Four years ago, like most seniors in high school, Alaa Kuziez faced big changes. But in addition to the usual challenges, she and her family had just fled their home country of Syria.

“The hardest part of it is you’re leaving family behind, and you’re leaving your friends that you’ve spent all your childhood with, for a strange place called Missouri that you’ve never been to,” says Kuziez, now a senior biology major at the University of Missouri–St. Louis. “It was definitely a huge transition.”

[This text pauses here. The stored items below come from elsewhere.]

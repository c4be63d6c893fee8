"""Read and write hyetograph CSV files and build storms from the project file's ``[[storms]]``.

CSV format (gisrun's own): one time column that marks the END of each interval -- elapsed
minutes ``time_min``, elapsed hours ``time_h`` or clock times ``time`` (ISO date-time or
``HH:MM``) -- and one value column whose header names quantity and unit:
``intensity_mm_per_h``, ``intensity_in_per_h``, ``depth_mm``, ``depth_in``,
``cumulative_depth_mm``, ``cumulative_depth_in`` (or ``intensity``, ``depth``,
``cumulative_depth`` with the unit taken from the project's unit system). An optional first row
at time 0 (or the start clock time) with zero or blank rain marks the storm start. Lines starting
with ``#`` are comments; ``# name: <storm name>`` names the storm. Steps may be fixed or
irregular.

Storm depths feed planning-level estimates; defer to local codes, agency methods and a licensed
engineer.
"""

from __future__ import annotations

import csv
import difflib
import io
import math
import os
import warnings
from collections.abc import Mapping, Sequence
from datetime import datetime
from pathlib import Path
from typing import Any

import numpy as np

from .. import storm as st
from ..errors import GisrunWarning, OutputError, StormError
from ..units import UnitSystem, to_si

__all__ = [
    "read_hyetograph_csv",
    "write_hyetograph_csv",
    "read_idf_table_csv",
    "storm_from_config",
    "storms_from_config",
    "STORM_KINDS",
    "IMPLAUSIBLE_DEPTH_M",
    "warn_if_implausible",
]

_TIME_COLUMNS: dict[str, float | None] = {"time_min": 60.0, "time_h": 3600.0, "time": None}
_QUANTITIES = ("intensity", "depth", "cumulative_depth")
_UNITS = {"intensity": ("mm_per_h", "in_per_h"), "depth": ("mm", "in"),
          "cumulative_depth": ("mm", "in")}
_VALUE_COLUMNS: dict[str, tuple[str, str | None]] = {
    **{f"{q}_{u}": (q, u) for q, units in _UNITS.items() for u in units},
    **{q: (q, None) for q in _QUANTITIES},
}
#: Windows (s) and the depth (m) above which a storm is implausible. The world-record point
#: rainfalls are about 1.83 m in 24 h (Foc-Foc, La Reunion, January 1966) and 0.305 m in
#: 42 min (Holt, Missouri, June 1947), per the WMO World Weather and Climate Extremes Archive
#: (from memory); the limits sit a little above them.
IMPLAUSIBLE_DEPTH_M: tuple[tuple[float, float], ...] = ((3600.0, 0.4), (86400.0, 2.0))


def read_hyetograph_csv(
    path: str | os.PathLike[str], *, units: UnitSystem | None = None, name: str | None = None
) -> st.Hyetograph:
    """Read a hyetograph CSV into a checked SI :class:`~gisrun.storm.Hyetograph`.

    Parameters
    ----------
    path : path-like
        The CSV file (format in the module docstring).
    units : UnitSystem, optional
        Unit system for a value column with no unit in its name.
    name : str, optional
        Storm name; default the ``# name:`` comment, else the file stem.

    Returns
    -------
    Hyetograph

    Raises
    ------
    StormError
        One line naming the file and the 1-based data row: unreadable or empty file, missing or
        unknown columns, missing units, blank/NaN or negative rain, non-increasing times,
        decreasing cumulative depth, a gap in an otherwise regular series.

    Warns
    -----
    GisrunWarning
        If the storm holds more rain than is plausible (see ``IMPLAUSIBLE_DEPTH_M``).
    """
    path = Path(path)
    src = str(path)
    header, rows, comment_name = _read_rows(path)
    time_col, value_col = _columns(header, src)
    quantity, unit = _value_unit(value_col, units, src)
    times = _parse_times(rows, time_col, src)
    values = _parse_values(rows, src)
    time_s, value, rows_used = _to_intervals(times, values, quantity, time_col == "time", src)
    _check_gaps(time_s, rows_used, src)
    depth_m = value * to_si(1.0, unit) * (np.diff(time_s) if quantity == "intensity" else 1.0)
    h = st.Hyetograph(name or comment_name or path.stem, time_s, depth_m)
    warn_if_implausible(h, src)
    return h


def _read_rows(path: Path) -> tuple[list[str], list[tuple[int, list[str]]], str | None]:
    try:
        text = path.read_text(encoding="utf-8-sig")
    except FileNotFoundError:
        raise StormError(str(path), "cannot be read: it does not exist",
                         "check the storm's path (relative to the project file)") from None
    except (OSError, UnicodeDecodeError) as err:
        raise StormError(str(path), f"cannot be read ({err.__class__.__name__}: {err})",
                         "check the path and that it is a UTF-8 text CSV") from None
    lines, comment_name = [], None
    for line in text.splitlines():
        stripped = line.strip()
        if stripped.startswith("#"):
            key, _, val = stripped.lstrip("#").partition(":")
            if key.strip().lower() == "name" and val.strip():
                comment_name = val.strip()
        elif stripped:
            lines.append(line)
    records = list(csv.reader(io.StringIO("\n".join(lines))))
    if not records:
        raise StormError(str(path), "is empty", "add a header (time column, value column) and rows")
    header = [h.strip().lower() for h in records[0]]
    rows = [(i, [c.strip() for c in r]) for i, r in enumerate(records[1:], start=1)]
    if not rows:
        raise StormError(str(path), "has a header but no data rows", "add at least one row of rain")
    return header, rows, comment_name


def _nearest(name: str, valid: Sequence[str]) -> str:
    near = difflib.get_close_matches(name, list(valid), n=1, cutoff=0.5)
    return f"did you mean {near[0]!r}?" if near else f"use one of {sorted(valid)}"


def _columns(header: list[str], src: str) -> tuple[str, str]:
    if len(header) != 2:
        unknown = [h for h in header if h not in _TIME_COLUMNS and h not in _VALUE_COLUMNS]
        bad = unknown[0] if unknown else ",".join(header)
        hint = _nearest(bad, [*_TIME_COLUMNS, *_VALUE_COLUMNS]) if unknown else ""
        raise StormError(f"{src}:header", f"has {len(header)} columns ({bad!r} is not used)",
                         f"keep one time column and one value column; {hint}".rstrip("; "))
    time_cols = [h for h in header if h in _TIME_COLUMNS]
    value_cols = [h for h in header if h in _VALUE_COLUMNS]
    if len(time_cols) != 1:
        other = next((h for h in header if h not in _VALUE_COLUMNS), header[0])
        raise StormError(f"{src}:header", f"no time column ({other!r} is not one)",
                         _nearest(other, list(_TIME_COLUMNS)))
    if len(value_cols) != 1:
        other = next(h for h in header if h != time_cols[0])
        raise StormError(f"{src}:header", f"unknown value column {other!r}",
                         _nearest(other, list(_VALUE_COLUMNS)))
    if header[0] != time_cols[0]:
        raise StormError(f"{src}:header", "the time column must come first",
                         f"write '{time_cols[0]},{value_cols[0]}'")
    return time_cols[0], value_cols[0]


def _value_unit(column: str, units: UnitSystem | None, src: str) -> tuple[str, str]:
    quantity, unit = _VALUE_COLUMNS[column]
    if unit is None:
        if units is None:
            raise StormError(f"{src}:header", f"missing units: column {column!r} has no unit",
                             f"name it e.g. '{column}_{_UNITS[quantity][0]}' or set the units")
        unit = units.rate if quantity == "intensity" else units.depth
    return quantity, unit


def _parse_times(rows: list[tuple[int, list[str]]], time_col: str, src: str) -> np.ndarray:
    """Parse every row's time into seconds (elapsed, clock time of day, or timestamp)."""
    factor = _TIME_COLUMNS[time_col]
    out = []
    for row, cells in rows:
        text = cells[0] if cells else ""
        try:
            value = float(text) * factor if factor else _clock_s(text)
        except ValueError:
            kind = "a number" if factor else "an ISO date-time or HH:MM"
            raise StormError(f"{src}:row {row}", f"time {text!r} is not {kind}",
                             f"write the {time_col} column as {kind}") from None
        if not math.isfinite(value):
            raise StormError(f"{src}:row {row}", f"time {text!r} is not finite", "fix the time")
        out.append(value)
    times = np.array(out)
    if factor is None and all(len(c[0]) <= 8 for _, c in rows):
        # HH:MM clock times: a drop of more than 12 h means the storm ran past midnight
        crossed = np.concatenate([[False], np.diff(times) < -43200.0])
        times = times + 86400.0 * np.cumsum(crossed)
    return times


def _clock_s(text: str) -> float:
    if len(text) <= 8 and ":" in text:  # HH:MM or HH:MM:SS
        parts = [float(p) for p in text.split(":")]
        if len(parts) not in (2, 3) or not (0 <= parts[0] < 24 and 0 <= parts[1] < 60):
            raise ValueError(text)
        return parts[0] * 3600 + parts[1] * 60 + (parts[2] if len(parts) == 3 else 0.0)
    return datetime.fromisoformat(text).timestamp()


def _parse_values(rows: list[tuple[int, list[str]]], src: str) -> list[float | None]:
    values: list[float | None] = []
    for row, cells in rows:
        text = cells[1] if len(cells) > 1 else ""
        if text == "":
            values.append(None)
            continue
        try:
            values.append(float(text))
        except ValueError:
            raise StormError(f"{src}:row {row}", f"rain {text!r} is not a number",
                             "write a number (0 for no rain)") from None
    return values
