"""Regenerate the README images in docs/images/ from the invented demo.

    python docs/make_images.py

Runs the demo into a temporary folder, copies three of its PNGs and takes a
screenshot of the report's interactive map (a subcatchment clicked and hovered)
with Debian's Chromium, headless and with networking off.
"""

from __future__ import annotations

import shutil
import subprocess
import tempfile
from pathlib import Path

from gisrun import load_project, run_and_write, write_extras

ROOT = Path(__file__).resolve().parents[1]
IMAGES = ROOT / "docs" / "images"
STORM = "nrcs_ii_24h_10yr_90mm"
COPIES = {f"runoff_depth_{STORM}.png": "demo_runoff_depth_map.png",
          f"cell_runoff_depth_{STORM}.png": "demo_cell_runoff_depth.png",
          "infiltration_observed_event_kv_055.png": "demo_infiltration_plot.png",
          "rain_depth_gauged_event.png": "demo_rain_depth_map.png"}
CHROMIUM = ("/usr/bin/chromium", "--headless", "--no-sandbox", "--disable-gpu", "--no-first-run",
            "--disable-background-networking", "--disable-component-update", "--disable-sync",
            "--proxy-server=http://127.0.0.1:9", "--host-resolver-rules=MAP * ~NOTFOUND")
# show only the interactive map, choose the 10-year storm, open and hover one subcatchment
SHOW_MAP = ("<style>section:not(#explore),nav{display:none}</style><script>"
            "window.addEventListener('load',function(){var p=document.querySelector("
            "'#explore-svg path.sc[data-k=\"54\"]');var s=document.getElementById('explore-storm');"
            "s.value='1';s.dispatchEvent(new Event('change'));p.dispatchEvent(new MouseEvent("
            "'click',{bubbles:true}));var r=p.getBoundingClientRect();p.dispatchEvent(new "
            "MouseEvent('mouseover',{bubbles:true,clientX:r.left+r.width/2,clientY:r.top+"
            "r.height/2}));});</script></body>")


def main() -> None:
    """Run the demo and write the README images."""
    with tempfile.TemporaryDirectory() as tmp:
        work = Path(tmp)
        shutil.copytree(ROOT / "demo_catchment", work / "demo")
        project = load_project(work / "demo" / "gisrun.toml")
        result, gpkg = run_and_write(project, output=work / "out" / "demo_runoff.gpkg")
        made = write_extras(result, gpkg)
        for source, target in COPIES.items():
            shutil.copyfile(made.maps[Path(source).stem], IMAGES / target)
        page = work / "report_map.html"
        page.write_text(made.report.read_text(encoding="utf-8").replace("</body>", SHOW_MAP, 1),
                        encoding="utf-8")
        subprocess.run([*CHROMIUM, f"--user-data-dir={work / 'profile'}",
                        "--window-size=1300,900", "--virtual-time-budget=5000",
                        f"--screenshot={IMAGES / 'demo_report.png'}", page.as_uri()],
                       check=True, capture_output=True, timeout=180)
    print(f"wrote {', '.join(sorted([*COPIES.values(), 'demo_report.png']))} in {IMAGES}")


if __name__ == "__main__":
    main()
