def subcatchment_overlaps(subs: gpd.GeoDataFrame) -> pd.DataFrame:
    """Every pair of subcatchments whose interiors overlap, with the ground area they share.

    Returns
    -------
    DataFrame
        ``subcatchment_id``, ``other_id``, ``overlap_area_m2`` (ground area,
        :func:`gisrun.crs.ground_areas`) and ``overlap_fraction`` (of the smaller
        of the two), largest share first; none for a valid coverage (not searched).
    """
    geoms = subs.geometry.to_numpy()
    tree = None if shapely.coverage_is_valid(geoms) else shapely.STRtree(geoms)  # 4 s, not 30
    pairs = np.concatenate([tree.query(geoms, predicate=p) for p in ("overlaps", "contains")]
                           if tree is not None else [np.zeros((2, 0), np.intp)], axis=1)
    pairs = np.unique(np.sort(pairs, axis=0), axis=1)
    i, j = pairs[:, pairs[0] != pairs[1]]
    area = np.zeros(0)
    share = np.zeros(0)
    if len(i):
        shared = gpd.GeoSeries(shapely.intersection(geoms[i], geoms[j]), crs=subs.crs)
        area = ground_areas(shared).area_m2
        own = ground_areas(subs.geometry).area_m2
        smaller = np.minimum(own[i], own[j])
        share = np.divide(area, smaller, out=np.zeros_like(area), where=smaller > 0)
    ids = subs["subcatchment_id"].to_numpy(dtype=object)
    out = pd.DataFrame({"subcatchment_id": ids[i], "other_id": ids[j],
                        "overlap_area_m2": area, "overlap_fraction": share})
    out = out[out["overlap_fraction"] > _OVERLAP_NOISE]
    return out.sort_values("overlap_fraction", ascending=False, ignore_index=True)


def check_overlaps(project: Project, subs: gpd.GeoDataFrame) -> pd.DataFrame:
    """Warn about every overlapping pair; stop above ``[subcatchments] max_overlap_fraction``.

    Returns
    -------
    DataFrame
        :func:`subcatchment_overlaps`.

    Raises
    ------
    VectorError
        Naming the pair that shares the largest part of the smaller polygon.
    """
    found = subcatchment_overlaps(subs)
    name = project.subcatchments.path.name
    limit = project.subcatchments.max_overlap_fraction
    for row in found.head(_OVERLAPS_LISTED).itertuples():
        warnings.warn(f"{name}: subcatchments {row.subcatchment_id} and {row.other_id} overlap "
                      f"by {row.overlap_area_m2:.4g} m2 ({row.overlap_fraction:.2%} of the "
                      "smaller); the rain on that area is counted in both", GisrunWarning,
                      stacklevel=2)
    if len(found) > _OVERLAPS_LISTED:
        warnings.warn(f"{name}: {len(found) - _OVERLAPS_LISTED} more pairs of subcatchments "
                      f"overlap, {found['overlap_area_m2'].iloc[_OVERLAPS_LISTED:].sum():.4g} m2 "
                      "in all", GisrunWarning, stacklevel=2)
    if len(found) and found["overlap_fraction"].iloc[0] > limit:
        top = found.iloc[0]
        raise VectorError(f"{name}:id={top['subcatchment_id']},{top['other_id']}",
                          f"these subcatchments overlap by {top['overlap_area_m2']:.4g} m2 "
                          f"({top['overlap_fraction']:.2%} of the smaller), above "
                          f"{project.where('subcatchments', 'max_overlap_fraction')} = {limit:g}",
                          "fix the polygons so that they do not overlap, or raise "
                          "max_overlap_fraction")
    return found


def check_raster_codes(raster: ClassRaster, subs: gpd.GeoDataFrame | None,
                       codes: dict[int, str], where: str, *,
                       max_fraction: float | None = None, table: Path | None = None) -> bool:
    """Raise if the raster holds, under the subcatchments, codes missing from ``codes``.

    With ``subs`` None the whole raster is scanned. With ``max_fraction`` the raster's
    extent is checked first (:func:`check_raster_extent`).

    Raises
    ------
    RasterError
        Listing the unknown codes and the project file table to add them to.
    """
    bounds = None if subs is None else bounds_in(subs, raster.crs)
    if subs is not None and max_fraction is not None:
        check_raster_extent(raster, subs, max_fraction)
    unknown = raster.unknown_codes(codes, bounds)
    if len(unknown) and table is not None:
        listed = ", ".join(str(int(c)) for c in sorted(unknown)[:10])
        more = f" and {len(unknown) - 10} more" if len(unknown) > 10 else ""
        raise RasterError(
            Path(raster.path).name, f"holds keys {listed}{more} that its attribute table "
            f"{table.name} does not list", f"add rows for them to the table, or set {where}."
            "unlisted_keys = \"nodata\" to count their cells as nodata")
    if len(unknown):
        listed = ", ".join(str(int(c)) for c in sorted(unknown)[:10])
        raise RasterError(
            Path(raster.path).name, f"holds codes {listed} that {where}.codes does not list",
            "add each code and its class to that table in the project file",
        )
    return True


def _warn_unlisted(raster: ClassRaster, subs: gpd.GeoDataFrame, source: object, where: str
                   ) -> None:
    unknown = raster.unknown_codes(source.codes, bounds_in(subs, raster.crs))
    if unknown:
        listed = ", ".join(str(k) for k in unknown[:10]) + (" ..." if len(unknown) > 10 else "")
        warnings.warn(f"{Path(raster.path).name}: keys {listed} are not in "
                      f"{source.attributes.name}; their cells count as nodata "
                      f"({where}.unlisted_keys)", GisrunWarning, stacklevel=3)


def check_raster_extent(raster: ClassRaster, subs: gpd.GeoDataFrame, max_fraction: float
                        ) -> None:
    """Stop, naming this raster, when it leaves more than ``max_fraction`` of a polygon uncovered.

    The overlay sees the soil and cover rasters' missing cells together; this check tells
    which raster falls short, so a cover raster that covers half the area is not reported as
    a soil problem.

    Raises
    ------
    RasterError
        Naming the raster, the subcatchments and how much of each it covers.
    """
    geoms = subs.geometry
    if geoms.crs is not None and CRS.from_user_input(geoms.crs) != CRS.from_user_input(raster.crs):
        geoms = geoms.to_crs(raster.crs)
    with warnings.catch_warnings():  # a ratio of planar areas, also in degrees
        warnings.simplefilter("ignore", UserWarning)
        area = geoms.area.to_numpy()
        inside = geoms.intersection(shapely.box(*raster.bounds)).area.to_numpy()
    outside = np.divide(area - inside, area, out=np.zeros_like(area), where=area > 0)
    over = outside > max_fraction + 1e-9
    if over.any():
        ids = subs["subcatchment_id"].to_numpy()[over][:10]
        shares = ", ".join(f"{i} ({1 - f:.0%})" for i, f in zip(ids, outside[over], strict=False))
        raise RasterError(raster.where or Path(raster.path).name,
                          f"covers only part of subcatchments {shares}, more than "
                          f"{max_fraction:.0%} of their area lies outside this raster",
                          "extend this raster over every subcatchment, or raise [nodata] "
                          "max_fraction")


def bounds_in(subs: gpd.GeoDataFrame, crs: CRS) -> tuple[float, float, float, float]:
    """The polygons' bounds in another CRS (densified edges, so the box still covers them)."""
    bounds = tuple(float(v) for v in subs.total_bounds)
    if CRS.from_user_input(subs.crs) == CRS.from_user_input(crs):
        return bounds
    transformer = Transformer.from_crs(subs.crs, crs, always_xy=True)
    return tuple(transformer.transform_bounds(*bounds, densify_pts=21))


def check_inputs_codes(project: Project, inputs: Inputs) -> None:
    """Check both rasters' codes under the subcatchments (see :func:`check_raster_codes`).

    A keyed raster whose ``unlisted_keys`` is ``"nodata"`` has only its extent checked:
    its unlisted keys count as nodata in the overlay (a polygon layer's, as it was read).
    """
    pairs = ((inputs.soil, project.soil, "soil"), (inputs.cover, project.cover, "cover"))
    sources = [(r, s, k) for r, s, k in pairs
               if r is not None and s is not None and not isinstance(r, ClassPolygons)]
    for raster, source, section in sources:
        if source.unlisted_keys == "nodata":
            check_raster_extent(raster, inputs.subcatchments, project.max_nodata_fraction)
            _warn_unlisted(raster, inputs.subcatchments, source, project.where(section))
            continue
        check_raster_codes(raster, inputs.subcatchments, source.codes, project.where(section),
                           max_fraction=project.max_nodata_fraction, table=source.attributes)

On top of adapting to a vastly different home and language, she had unexpected academic decisions to make. In Syria, Kuziez had pursued Arabic poetry, fully intending to continue down that track. But that no longer seemed feasible upon landing in English-speaking St. Louis in the wake of her home country’s civil war.

“That’s something I couldn’t continue,” says Kuziez, who was born in the U.S. but moved back to Syria with her parents and sisters when she was very young. “So I thought, ‘I want to try something new.’ I didn’t know what I was about to get myself into.”

In the summer of 2013, after graduating from Parkway West High School in Ballwin, Mo., she volunteered at a free health clinic, which set her on a path toward becoming a doctor.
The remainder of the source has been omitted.